The entries should each be set down again precisely.

———

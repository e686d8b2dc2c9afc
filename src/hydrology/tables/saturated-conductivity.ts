/** Saturated hydraulic conductivity of a soil texture (USDA classes), by two surveys. */
export interface ConductivityRow {
  readonly class: string;
  /** mm/h; Rawls, Brakensiek & Saxton 1982, Table 2. Null where they have no such class. */
  readonly rawlsMmPerHour: number | null;
  /** cm/d; Carsel & Parrish 1988, class means. */
  readonly carselCmPerDay: number;
}

export const conductivitySource =
  'Rawls, W. J., Brakensiek, D. L. & Saxton, K. E. (1982) Estimation of soil water properties. Trans. ASAE 25(5):1316-1320, Table 2; Carsel, R. F. & Parrish, R. S. (1988) Developing joint probability distributions of soil water retention characteristics. Water Resour. Res. 24(5):755-769';

type Row = readonly [texture: string, rawlsMmPerHour: number | null, carselCmPerDay: number];

/** Read in one (Rawls) and three (Carsel) public copies; from coarse to fine. */
const rows: readonly Row[] = [
  ['sand', 210.0, 712.8],
  ['loamy sand', 61.1, 350.2],
  ['sandy loam', 25.9, 106.1],
  ['loam', 13.2, 24.96],
  ['silt', null, 6.0],
  ['silt loam', 6.8, 10.8],
  ['sandy clay loam', 4.3, 31.44],
  ['clay loam', 2.3, 6.24],
  ['silty clay loam', 1.5, 1.68],
  ['sandy clay', 1.2, 2.88],
  ['silty clay', 0.9, 0.48],
  ['clay', 0.6, 4.8],
];

export const saturatedConductivity: readonly ConductivityRow[] = rows.map(
  ([texture, rawlsMmPerHour, carselCmPerDay]) => ({ class: texture, rawlsMmPerHour, carselCmPerDay }),
);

———

• [Solved problem]
repository e686d8b2dc2c9afc
filename src/hydrology/tables/saturated-conductivity.ts
/** Saturated hydraulic conductivity of a soil texture (USDA classes), by two surveys. */
export interface ConductivityRow {
  readonly class: string;
  /** mm/h; Rawls, Brakensiek & Saxton 1982, Table 2. Null where they have no such class. */
  readonly rawlsMmPerHour: number | null;
  /** cm/d; Carsel & Parrish 1988, class means. */
  readonly carselCmPerDay: number;
}

export const conductivitySource =
  'Rawls, W. J., Brakensiek, D. L. & Saxton, K. E. (1982) Estimation of soil water properties. Trans. ASAE 25(5):1316-1320, Table 2; Carsel, R. F. & Parrish, R. S. (1988) Developing joint probability distributions of soil water retention characteristics. Water Resour. Res. 24(5):755-769';

type Row = readonly [texture: string, rawlsMmPerHour: number | null, carselCmPerDay: number];

/** Read in one (Rawls) and three (Carsel) public copies; from coarse to fine. */
const rows: readonly Row[] = [
  ['sand', 210.0, 712.8],
  ['loamy sand', 61.1, 350.2],
  ['sandy loam', 25.9, 106.1],
  ['loam', 13.2, 24.96],
  ['silt', null, 6.0],
  ['silt loam', 6.8, 10.8],
  ['sandy clay loam', 4.3, 31.44],
  ['clay loam', 2.3, 6.24],
  ['silty clay loam', 1.5, 1.68],
  ['sandy clay', 1.2, 2.88],
  ['silty clay', 0.9, 0.48],
  ['clay', 0.6, 4.8],
];

export const saturatedConductivity: readonly ConductivityRow[] = rows.map(
  ([texture, rawlsMmPerHour, carselCmPerDay]) => ({ class: texture, rawlsMmPerHour, carselCmPerDay }),
);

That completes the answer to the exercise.